According to a seventh aspect of the present invention, in the speed governor test apparatus according to any one of the first to sixth aspects, in the load shedding test, the rotation speed of the generator is controlled by a signal selector. A voltage signal of the speed detection generator for detecting the speed is selected, and based on the voltage signal of the speed detection generator, the rotation speed of the generator is detected by the rotation speed detection unit, while the speed detection generator is In an emergency stop test, a sudden stop test, a slow stop test, etc. in which the voltage signal of the generator becomes zero, the synchronizing signal of the synchronizing signal generator for the generator is selected by the signal selector, and the synchronizing of the synchronizing signal generator is performed. Since the rotation speed of the generator is detected by the rotation speed detection unit based on the signal, the rotation speed can be detected in another test in which the voltage signal of the speed detection generator becomes zero.

According to an eighth aspect of the present invention, there is provided the governor test apparatus according to any one of the first to seventh aspects, wherein the analysis instruction input section displays the display displayed on the display section. One of the waveforms of the signal representing the information of the generator
Two measurement points are respectively designated for one input element, or measurement points are designated for two input elements, respectively, and the analysis unit interposes between the measurement points designated by the analysis instruction input unit. Since time is measured, time can be measured with any input element, and necessary time measurement data can be obtained freely.

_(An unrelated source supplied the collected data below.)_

"""The README's main command (`nullfit demo`) and `nullfit report`, end to end on the demo data."""

import hashlib
import subprocess
import sys
from pathlib import Path

import pytest

DEMO = Path(__file__).resolve().parents[2] / "data_demo"


def run_cli(*args, cwd=None):
    return subprocess.run([sys.executable, "-m", "nullfit.cli", *map(str, args)], capture_output=True, text=True,
                          timeout=900, cwd=cwd)


@pytest.fixture(scope="module")
def demo_out(tmp_path_factory):
    out = tmp_path_factory.mktemp("demo") / "out"
    r = run_cli("demo", "-o", out)
    assert r.returncode == 0, r.stderr
    return out, r


def test_demo_prints_summary_and_writes_report_and_figures(demo_out):
    out, r = demo_out
    assert "INVENTED" in r.stdout
    for needle in ("feldman-cousins", "ratio expected / bound", "Lab-frame combination", "Sky-frame scale fit"):
        assert needle in r.stdout, needle
    from nullfit.output.demo import FIGURES, REPORT, TABLE

    written = {p.name for p in out.iterdir()}
    assert {REPORT, TABLE} <= written
    assert {"scan.png", "folded.png", "plane.png", "belt.png", "posterior.png"} <= written
    assert written <= set(FIGURES) | {REPORT, TABLE}
    html = (out / REPORT).read_text(encoding="utf-8")
    # provenance: the SHA-256 of an input (hashlib as reference) and the dependency versions
    assert hashlib.sha256((DEMO / "quiet.csv").read_bytes()).hexdigest() in html
    assert "numpy" in html and "data:image/png;base64," in html


def test_demo_refuses_to_overwrite_without_force(demo_out):
    out, _ = demo_out
    before = (out / "report.html").stat().st_mtime_ns
    r = run_cli("demo", "-o", out)
    assert r.returncode == 2 and "--force" in r.stderr and "Traceback" not in r.stderr
    assert (out / "report.html").stat().st_mtime_ns == before


def test_report_command(tmp_path):
    target = tmp_path / "r.html"
    r = run_cli("report", DEMO / "injected_2theta.csv", "-o", target, "--seed", "3", "--speed", "30000")
    assert r.returncode == 0, r.stderr
    html = target.read_text(encoding="utf-8")
    assert hashlib.sha256((DEMO / "injected_2theta.csv").read_bytes()).hexdigest() in html
    assert hashlib.sha256((DEMO / "injected_2theta.toml").read_bytes()).hexdigest() in html
    assert "seed: run" in html and "rows: dropped while reading" in html
    r2 = run_cli("report", DEMO / "injected_2theta.csv", "-o", target)
    assert r2.returncode == 2
    # never over an input, even with --force
    r3 = run_cli("report", DEMO / "injected_2theta.csv", "-o", DEMO / "injected_2theta.csv", "--force")
    assert r3.returncode == 2 and "input" in r3.stderr
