"""The validation rules that turn three columns into a `Scan` (or a one-line `ScanError`).

Order of the checks (each names file, row and column where it applies; when a log has several
faults, the first in this order is reported):

1. lengths agree, at least one row, numeric values;
2. non-finite readings (NaN, ±inf, empty cells): dropped and counted with a `ScanWarning`
   (``nonfinite="drop"``), or refused (``nonfinite="raise"``).  A row whose time, angle or signal
   is not finite is counted under :data:`NONFINITE_REASON`; a row that loses only an auxiliary
   value is counted under its own reason, naming the column (:func:`aux_reason`);
3. time: an epoch split (Unix seconds > 1e8 s become an integer-second epoch plus relative
   seconds, via int64 nanoseconds), times strictly increasing (a duplicate or a step back names
   the row), and relative times within ±1e8 s (about three years) of the epoch;
4. angles: not absurdly large, and plausible for the declared unit (degrees that look like
   radians, or the reverse);
5. turn numbering (:mod:`nullfit.reading.turn_numbering`, with the times, so that gaps in a
   modulo-360° log are bridged), at least one complete turn;
6. a signal that is not constant;
7. angle coverage (over the complete turns) able to separate cos 2θ from sin 2θ.

Checks 2–4 run in :class:`LogCheck`, which can be fed a log in chunks (the streaming reader does);
the first fault of each kind is remembered and the earliest kind raised by :meth:`LogCheck.finish`,
so a log read in chunks fails with the same message as the log read whole.  Whole-log typical
values (the median step of a log whose unit is in doubt) come from the histograms of
:mod:`nullfit.reading.histogram`.
"""

from __future__ import annotations

import math
import warnings
from typing import Any, Mapping

import numpy as np

from ..core.conventions import SIGNAL_UNITS, check_angle_unit
from ..core.errors import ScanError, ScanWarning, where
from .events import GapFinder
from .histogram import LogHistogram
from .row_numbers import ImpliedRows, row_numbers
from .timebase import NS_PER_S, UNIX_MAX_S, UNIX_THRESHOLD_S, float_seconds_to_ns
from .turn_numbering import REVERSAL_HYSTERESIS_DEG, TWO_PI, SecondLook, StepStats, TurnCounter, Unwrapper

#: Relative times (seconds from the epoch) must stay within this (about three years).
MAX_RELATIVE_S = 1e8
#: Angles beyond a billion turns are not a turntable angle (and would lose float precision).
MAX_ABS_TURNS = 1e9
#: Smallest eigenvalue of the normalised (cos 2θ, sin 2θ) Gram matrix below which the two cannot
#: be separated (uniform coverage gives 0.5).
MIN_COVERAGE = 1e-3
NONFINITE_REASON = "missing, NaN or infinite value"
#: Readings processed at a time by :func:`check_columns` (small temporaries that stay in cache).
BLOCK = 1 << 18
#: The kinds of fault of :class:`LogCheck`, in the order they are reported.
_ORDER = ("nonfinite", "time_split", "time_order", "time_far", "angle_big", "angle_unit")


def aux_reason(name: str) -> str:
    """The reason under which rows that lose only the auxiliary value ``name`` are counted."""
    return f"{NONFINITE_REASON} in auxiliary column {name!r}"


# ---------------------------------------------------------------------------------- checks
def coverage_condition(angle_rad: np.ndarray, k: int = 2) -> float:
    """Smallest eigenvalue of the normalised Gram matrix of (cos kθ, sin kθ) after removing
    the mean: 0.5 for uniform coverage, 0 when cos kθ and sin kθ cannot be separated."""
    angle_rad = np.asarray(angle_rad, dtype=float)
    if angle_rad.size == 0:
        return 0.0
    c = np.cos(k * angle_rad)
    s = np.sin(k * angle_rad)
    c = c - c.mean()
    s = s - s.mean()
    g = np.array([[c @ c, c @ s], [c @ s, s @ s]]) / angle_rad.size
    return float(np.linalg.eigvalsh(g)[0])


def _as_float(x, source, name) -> np.ndarray:
    try:
        return np.asarray(x, dtype=float).ravel()
    except (TypeError, ValueError) as err:
        raise ScanError(f"{where(source, None, name)}: values are not numeric ({err})".replace("\n", " ")) from None
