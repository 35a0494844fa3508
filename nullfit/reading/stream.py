"""A scan read in chunks: the interface between a log too large for memory and the fit.

A :class:`ScanStream` yields :class:`ScanChunk` objects in time order.  Every chunk carries the
same per-reading arrays as a `Scan` (relative time, unwrapped angle in radians, signal, aux
columns, source rows) and the **global** turn number of every reading, consistent across chunk
boundaries (a turn may straddle two or more chunks).  Facts that are known only once the whole
log has been seen — which turns are complete, the rotation sense of each turn, the number of
direction reversals, dropped rows — are attributes of the stream, valid after a full pass.

:meth:`ScanStream.from_scan` serves a `Scan` already in memory in chunks; it is the reference
against which a stream read from a file is checked (same numbers).

Reading a Parquet log in chunks: :func:`open_stream`
------------------------------------------------------
The turn numbering needs a few whole-log facts before it can number the first turn: whether the
angles are modulo 360°, the typical step and interval, the rotation rate that bridges gaps, the
typical number of readings per stop and the sense of the first excursion.  They are gathered by
light passes over the columns first, with exactly the definitions the in-memory reader uses
(medians from the histograms of :mod:`nullfit.reading.histogram`, counts, carried running values;
see :mod:`nullfit.reading.unwrap` and :mod:`nullfit.reading.turn_numbering`), so that the stream
and :func:`nullfit.read_scan` agree exactly on every turn number, completeness flag, sense,
direction change and dropped row:

1. every column used (``ParquetFile.iter_batches`` with column projection): the column checks
   and conversions of :mod:`nullfit.reading.columns`, the row checks and the step statistics of
   :class:`nullfit.reading.validate.LogCheck`, and which rows were dropped (one bit per row);
2. time and angle: unwrapping, the typical stop length and first sense
   (:class:`~nullfit.reading.turn_numbering.SecondLook`), the gaps in time;
3. time and angle: the turn counter (:class:`~nullfit.reading.turn_counter.TurnCounter`), the
   marks; then the checks that need the turns (a complete turn, a signal that varies, coverage).

All three run in :func:`open_stream`, so a bad log fails there with the message
:func:`nullfit.read_scan` gives, and every attribute of the stream is valid before the first
chunk.  Iterating is a fourth pass over every column: each chunk is decoded, its dropped rows
removed, its angles unwrapped with the carried state, and its readings given their turn number
by a binary search in the first readings of the turns.  Memory: a few chunks of each column, the
per-turn tables (about 25 bytes per turn) and one bit per row of the log — never a full-length
column.
"""

from __future__ import annotations

import bisect
import math
from dataclasses import dataclass, field
from pathlib import Path
from typing import Any, Iterator, Mapping

import numpy as np

from ..core.errors import ScanError
from .columns import Plan, SignalUnitCheck, TimeDecoder, check_options, one_line
from .events import GapFinder
from .manifest import Manifest, open_log
from .marks import MarkBins
from .turn_numbering import SecondLook, TurnCounter, Unwrapper
from .validate import AzimuthSet, LogCheck, any_complete_turn, check_turns
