"""Source row numbers of the kept readings, without an array when every row was kept.

Messages name the data row of the file (counted from 1, header not counted).  When no row is
dropped, reading ``i`` (from 0) is row ``i + 1``; a log of 10⁷ readings would otherwise carry
an 80 MB array of 1, 2, 3 … through the checks and into the `Scan`.  :class:`ImpliedRows`
answers the indexing the reader does (an index, a slice, an index array or a boolean mask) with
what that array would give, and builds only the small pieces asked for.
"""

from __future__ import annotations

import numpy as np


class ImpliedRows:
    """Row numbers ``1 … n`` of ``n`` readings, indexed like the int64 array they stand for."""

    def __init__(self, n: int):
        self.n = int(n)

    @property
    def size(self) -> int:
        return self.n

    def __len__(self) -> int:
        return self.n

    def __getitem__(self, key):
        if isinstance(key, slice):
            a, b, step = key.indices(self.n)
            return np.arange(a + 1, b + 1, step, dtype=np.int64)
        if isinstance(key, (int, np.integer)):
            i = int(key) + (self.n if key < 0 else 0)
            if not 0 <= i < self.n:
                raise IndexError(f"row index {int(key)} out of range for {self.n} readings")
            return np.int64(i + 1)
        key = np.asarray(key)
        if key.dtype == bool:
            if key.shape != (self.n,):
                raise IndexError(f"boolean mask of shape {key.shape} for {self.n} readings")
            return np.flatnonzero(key).astype(np.int64) + 1
        idx = key.astype(np.int64)
        if idx.size and (idx.min() < -self.n or idx.max() >= self.n):
            raise IndexError(f"row index out of range for {self.n} readings")
        return np.where(idx < 0, idx + self.n, idx) + 1

    def __array__(self, dtype=None, copy=None):
        return np.arange(1, self.n + 1, dtype=dtype or np.int64)


def row_numbers(rows, n: int):
    """``rows`` as given (an int64 array of ``n`` source rows), or :class:`ImpliedRows` for None."""
    if rows is None:
        return ImpliedRows(n)
    rows = np.asarray(rows, dtype=np.int64).ravel()
    if rows.size != n:
        raise ValueError(f"rows has {rows.size} entries for {n} readings")
    return rows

According to a ninth aspect of the present invention, there is provided a speed governor test apparatus according to any one of the first to eighth aspects, wherein the input section represents information of two or more generators. Since a signal can be input, a test can be performed by simultaneously measuring signals representing information of two or more generators.

According to a tenth aspect of the present invention, there is provided the governor test apparatus according to any one of the first to ninth aspects, wherein the signal representing the information of the generator stored in the storage unit is stored in the storage unit. The data is stored in the data storage unit for each test, the data of the signal representing the information of the generator is read from the data storage unit to the storage unit, and the signal representing the information of the generator read out to the storage unit is stored. Can be displayed again on the display unit or analyzed by the analysis unit.

According to an eleventh aspect of the present invention, there is provided the governor test apparatus according to any one of the first to tenth aspects, wherein the signal representing the information of the generator input to the input section is provided. Since the input conversion value is calculated by the input conversion value calculation unit based on the signal indicating the information of the generator stored in the storage unit, the input device (level) is used to adjust the swing width of the recorder as in the related art. Offset of converter, etc.)
There is no need to adjust the gain, and there is no need to adjust the level for input conversion.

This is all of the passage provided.